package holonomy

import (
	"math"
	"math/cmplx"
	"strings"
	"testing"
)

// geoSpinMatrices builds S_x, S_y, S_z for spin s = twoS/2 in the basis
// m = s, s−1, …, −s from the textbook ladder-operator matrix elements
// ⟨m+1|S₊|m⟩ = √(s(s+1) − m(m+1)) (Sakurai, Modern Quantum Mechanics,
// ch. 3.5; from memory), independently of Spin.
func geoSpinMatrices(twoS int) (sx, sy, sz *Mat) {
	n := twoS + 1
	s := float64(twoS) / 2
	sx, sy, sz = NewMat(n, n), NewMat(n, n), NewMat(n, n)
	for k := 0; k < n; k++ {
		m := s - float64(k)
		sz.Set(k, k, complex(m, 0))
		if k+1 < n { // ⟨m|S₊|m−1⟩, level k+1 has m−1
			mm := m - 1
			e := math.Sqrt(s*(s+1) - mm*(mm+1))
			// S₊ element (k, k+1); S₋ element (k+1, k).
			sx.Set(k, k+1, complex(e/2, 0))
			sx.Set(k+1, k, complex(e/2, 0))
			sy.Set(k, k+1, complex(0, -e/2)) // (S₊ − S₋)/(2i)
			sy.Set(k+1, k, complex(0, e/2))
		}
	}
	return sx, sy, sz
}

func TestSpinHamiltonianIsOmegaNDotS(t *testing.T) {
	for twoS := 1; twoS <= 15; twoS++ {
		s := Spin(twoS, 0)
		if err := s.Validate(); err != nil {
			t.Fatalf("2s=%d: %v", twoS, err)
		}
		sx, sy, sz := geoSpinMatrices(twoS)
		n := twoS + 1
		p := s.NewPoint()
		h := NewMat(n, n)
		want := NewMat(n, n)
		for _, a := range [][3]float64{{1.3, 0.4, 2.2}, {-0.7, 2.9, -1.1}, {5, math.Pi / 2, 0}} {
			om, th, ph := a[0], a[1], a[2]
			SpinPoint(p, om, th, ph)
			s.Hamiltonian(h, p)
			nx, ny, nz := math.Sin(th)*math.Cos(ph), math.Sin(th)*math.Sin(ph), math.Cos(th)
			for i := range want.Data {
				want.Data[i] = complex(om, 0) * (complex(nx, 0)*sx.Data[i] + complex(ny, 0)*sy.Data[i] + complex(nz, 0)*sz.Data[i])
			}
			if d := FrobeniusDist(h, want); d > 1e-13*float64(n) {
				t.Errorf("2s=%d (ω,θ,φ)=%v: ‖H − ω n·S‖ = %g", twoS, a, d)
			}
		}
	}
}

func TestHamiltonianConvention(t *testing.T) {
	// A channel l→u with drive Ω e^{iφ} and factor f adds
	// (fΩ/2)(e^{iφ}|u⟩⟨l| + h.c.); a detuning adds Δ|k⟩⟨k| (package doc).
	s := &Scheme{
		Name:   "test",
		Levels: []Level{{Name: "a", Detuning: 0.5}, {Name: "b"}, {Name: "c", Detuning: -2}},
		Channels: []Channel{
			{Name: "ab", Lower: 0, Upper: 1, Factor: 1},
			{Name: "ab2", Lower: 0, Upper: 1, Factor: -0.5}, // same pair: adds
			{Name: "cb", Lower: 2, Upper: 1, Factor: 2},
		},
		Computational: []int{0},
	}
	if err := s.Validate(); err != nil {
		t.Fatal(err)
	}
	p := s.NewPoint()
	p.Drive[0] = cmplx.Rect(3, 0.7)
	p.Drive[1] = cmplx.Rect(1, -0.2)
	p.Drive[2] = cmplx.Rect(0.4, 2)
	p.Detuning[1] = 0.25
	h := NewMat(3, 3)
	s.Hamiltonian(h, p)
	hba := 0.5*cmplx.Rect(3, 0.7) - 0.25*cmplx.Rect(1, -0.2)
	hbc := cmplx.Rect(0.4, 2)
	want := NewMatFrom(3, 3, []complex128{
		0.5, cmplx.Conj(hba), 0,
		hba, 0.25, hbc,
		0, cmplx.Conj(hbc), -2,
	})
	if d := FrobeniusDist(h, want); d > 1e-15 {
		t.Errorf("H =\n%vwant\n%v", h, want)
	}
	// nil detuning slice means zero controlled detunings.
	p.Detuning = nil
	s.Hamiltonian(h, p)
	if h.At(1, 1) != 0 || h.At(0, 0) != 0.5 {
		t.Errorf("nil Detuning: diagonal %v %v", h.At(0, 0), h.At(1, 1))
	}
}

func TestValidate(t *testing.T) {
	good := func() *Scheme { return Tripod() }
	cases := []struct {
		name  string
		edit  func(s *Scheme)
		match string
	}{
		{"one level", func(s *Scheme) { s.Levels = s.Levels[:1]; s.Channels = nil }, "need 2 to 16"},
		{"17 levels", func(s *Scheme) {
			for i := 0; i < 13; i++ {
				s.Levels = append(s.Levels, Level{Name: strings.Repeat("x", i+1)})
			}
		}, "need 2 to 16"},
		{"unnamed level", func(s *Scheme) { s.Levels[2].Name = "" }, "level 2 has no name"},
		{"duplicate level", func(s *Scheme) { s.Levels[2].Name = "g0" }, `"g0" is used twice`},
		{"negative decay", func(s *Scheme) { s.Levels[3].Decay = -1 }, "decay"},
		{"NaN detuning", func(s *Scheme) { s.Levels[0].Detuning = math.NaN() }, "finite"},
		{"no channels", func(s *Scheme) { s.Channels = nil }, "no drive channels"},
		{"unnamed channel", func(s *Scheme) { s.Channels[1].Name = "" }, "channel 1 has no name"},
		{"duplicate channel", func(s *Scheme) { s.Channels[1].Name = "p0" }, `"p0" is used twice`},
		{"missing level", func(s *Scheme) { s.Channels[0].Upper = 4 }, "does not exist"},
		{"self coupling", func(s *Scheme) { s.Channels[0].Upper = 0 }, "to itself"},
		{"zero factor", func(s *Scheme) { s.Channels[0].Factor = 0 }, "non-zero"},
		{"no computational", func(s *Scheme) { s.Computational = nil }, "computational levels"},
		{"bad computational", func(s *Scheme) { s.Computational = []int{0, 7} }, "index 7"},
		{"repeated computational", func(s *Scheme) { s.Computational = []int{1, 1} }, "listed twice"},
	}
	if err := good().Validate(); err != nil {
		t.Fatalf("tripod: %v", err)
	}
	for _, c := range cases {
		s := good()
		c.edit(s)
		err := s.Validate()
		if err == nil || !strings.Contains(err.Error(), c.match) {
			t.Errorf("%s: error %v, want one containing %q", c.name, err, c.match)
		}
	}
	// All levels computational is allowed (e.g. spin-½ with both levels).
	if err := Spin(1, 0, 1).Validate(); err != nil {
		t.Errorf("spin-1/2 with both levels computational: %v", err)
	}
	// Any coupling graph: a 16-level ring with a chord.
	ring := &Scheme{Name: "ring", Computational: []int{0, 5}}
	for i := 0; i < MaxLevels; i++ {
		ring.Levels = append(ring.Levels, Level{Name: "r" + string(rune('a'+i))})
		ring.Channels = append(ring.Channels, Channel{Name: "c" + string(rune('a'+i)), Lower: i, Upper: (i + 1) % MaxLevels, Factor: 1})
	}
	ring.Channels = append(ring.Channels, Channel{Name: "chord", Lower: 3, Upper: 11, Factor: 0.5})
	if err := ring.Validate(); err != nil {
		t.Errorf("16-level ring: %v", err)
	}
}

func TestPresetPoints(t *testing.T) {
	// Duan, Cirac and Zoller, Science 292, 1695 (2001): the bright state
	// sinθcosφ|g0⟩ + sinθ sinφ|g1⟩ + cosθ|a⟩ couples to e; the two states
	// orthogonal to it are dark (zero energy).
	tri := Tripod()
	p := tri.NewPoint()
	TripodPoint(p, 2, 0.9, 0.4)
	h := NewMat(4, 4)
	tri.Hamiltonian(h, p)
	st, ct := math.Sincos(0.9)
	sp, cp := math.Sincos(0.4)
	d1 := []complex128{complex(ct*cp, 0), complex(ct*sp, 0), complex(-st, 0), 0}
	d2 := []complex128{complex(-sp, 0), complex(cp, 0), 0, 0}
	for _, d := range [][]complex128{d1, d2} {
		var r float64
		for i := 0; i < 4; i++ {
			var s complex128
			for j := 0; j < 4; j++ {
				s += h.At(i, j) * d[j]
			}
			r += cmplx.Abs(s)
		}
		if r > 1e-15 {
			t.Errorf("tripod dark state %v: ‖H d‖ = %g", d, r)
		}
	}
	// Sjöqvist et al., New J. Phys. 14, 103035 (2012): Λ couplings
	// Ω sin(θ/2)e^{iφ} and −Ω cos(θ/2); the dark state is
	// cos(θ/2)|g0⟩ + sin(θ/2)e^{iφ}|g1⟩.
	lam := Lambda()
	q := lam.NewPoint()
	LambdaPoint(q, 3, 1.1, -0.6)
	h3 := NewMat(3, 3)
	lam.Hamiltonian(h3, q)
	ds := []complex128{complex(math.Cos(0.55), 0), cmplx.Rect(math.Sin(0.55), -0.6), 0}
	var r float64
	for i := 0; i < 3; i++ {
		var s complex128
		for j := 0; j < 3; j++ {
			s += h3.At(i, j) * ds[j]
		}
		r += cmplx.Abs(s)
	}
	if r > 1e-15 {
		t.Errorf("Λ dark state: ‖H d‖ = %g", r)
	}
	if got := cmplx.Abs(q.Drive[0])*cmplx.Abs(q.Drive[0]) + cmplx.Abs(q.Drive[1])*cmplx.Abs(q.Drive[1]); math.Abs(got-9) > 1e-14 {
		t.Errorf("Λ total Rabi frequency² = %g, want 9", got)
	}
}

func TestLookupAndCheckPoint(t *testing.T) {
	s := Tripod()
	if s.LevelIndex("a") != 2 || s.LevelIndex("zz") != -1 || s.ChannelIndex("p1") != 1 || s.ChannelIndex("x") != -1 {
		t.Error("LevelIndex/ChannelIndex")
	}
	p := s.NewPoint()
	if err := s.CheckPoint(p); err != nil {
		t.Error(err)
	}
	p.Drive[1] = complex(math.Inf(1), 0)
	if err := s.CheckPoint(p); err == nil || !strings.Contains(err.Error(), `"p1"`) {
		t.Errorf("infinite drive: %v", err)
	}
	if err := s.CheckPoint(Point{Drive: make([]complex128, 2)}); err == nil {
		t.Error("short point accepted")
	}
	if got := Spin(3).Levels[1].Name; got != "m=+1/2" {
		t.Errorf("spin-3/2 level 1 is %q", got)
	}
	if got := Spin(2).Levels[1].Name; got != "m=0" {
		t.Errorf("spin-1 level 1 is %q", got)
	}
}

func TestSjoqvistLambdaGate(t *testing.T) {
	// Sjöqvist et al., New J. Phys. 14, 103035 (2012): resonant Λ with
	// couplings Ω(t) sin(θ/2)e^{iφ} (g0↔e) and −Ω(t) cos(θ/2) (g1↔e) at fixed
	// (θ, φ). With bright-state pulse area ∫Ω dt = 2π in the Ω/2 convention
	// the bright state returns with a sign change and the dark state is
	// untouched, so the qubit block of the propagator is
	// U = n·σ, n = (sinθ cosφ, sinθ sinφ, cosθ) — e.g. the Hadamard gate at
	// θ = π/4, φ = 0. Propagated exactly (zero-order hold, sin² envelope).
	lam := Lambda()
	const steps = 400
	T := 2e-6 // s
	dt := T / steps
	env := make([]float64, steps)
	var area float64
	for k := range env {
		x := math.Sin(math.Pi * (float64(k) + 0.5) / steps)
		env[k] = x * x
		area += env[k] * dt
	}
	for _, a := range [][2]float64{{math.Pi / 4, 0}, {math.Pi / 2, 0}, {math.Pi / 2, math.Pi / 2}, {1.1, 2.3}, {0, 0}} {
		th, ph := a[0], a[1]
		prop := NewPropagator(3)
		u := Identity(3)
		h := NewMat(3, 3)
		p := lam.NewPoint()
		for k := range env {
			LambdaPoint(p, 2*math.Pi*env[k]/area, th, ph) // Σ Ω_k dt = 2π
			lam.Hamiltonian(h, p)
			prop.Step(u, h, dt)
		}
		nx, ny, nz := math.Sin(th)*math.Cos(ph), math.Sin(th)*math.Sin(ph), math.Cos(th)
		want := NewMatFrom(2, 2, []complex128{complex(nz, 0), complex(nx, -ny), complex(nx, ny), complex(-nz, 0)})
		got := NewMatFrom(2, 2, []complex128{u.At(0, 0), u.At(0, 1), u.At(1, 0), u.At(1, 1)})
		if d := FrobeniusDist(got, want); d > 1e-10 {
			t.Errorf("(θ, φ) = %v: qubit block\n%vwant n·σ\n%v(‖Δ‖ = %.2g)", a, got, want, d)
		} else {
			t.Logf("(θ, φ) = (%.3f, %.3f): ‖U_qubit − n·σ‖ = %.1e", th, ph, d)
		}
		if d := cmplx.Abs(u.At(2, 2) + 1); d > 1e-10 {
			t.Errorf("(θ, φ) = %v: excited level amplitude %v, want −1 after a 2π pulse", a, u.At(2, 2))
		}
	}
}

Exercise instructions: All lines that contain the word "dark" should be copied from the listing.

Answer for the task:
	// orthogonal to it are dark (zero energy).
			t.Errorf("tripod dark state %v: ‖H d‖ = %g", d, r)
	// Ω sin(θ/2)e^{iφ} and −Ω cos(θ/2); the dark state is
		t.Errorf("Λ dark state: ‖H d‖ = %g", r)
	// the bright state returns with a sign change and the dark state is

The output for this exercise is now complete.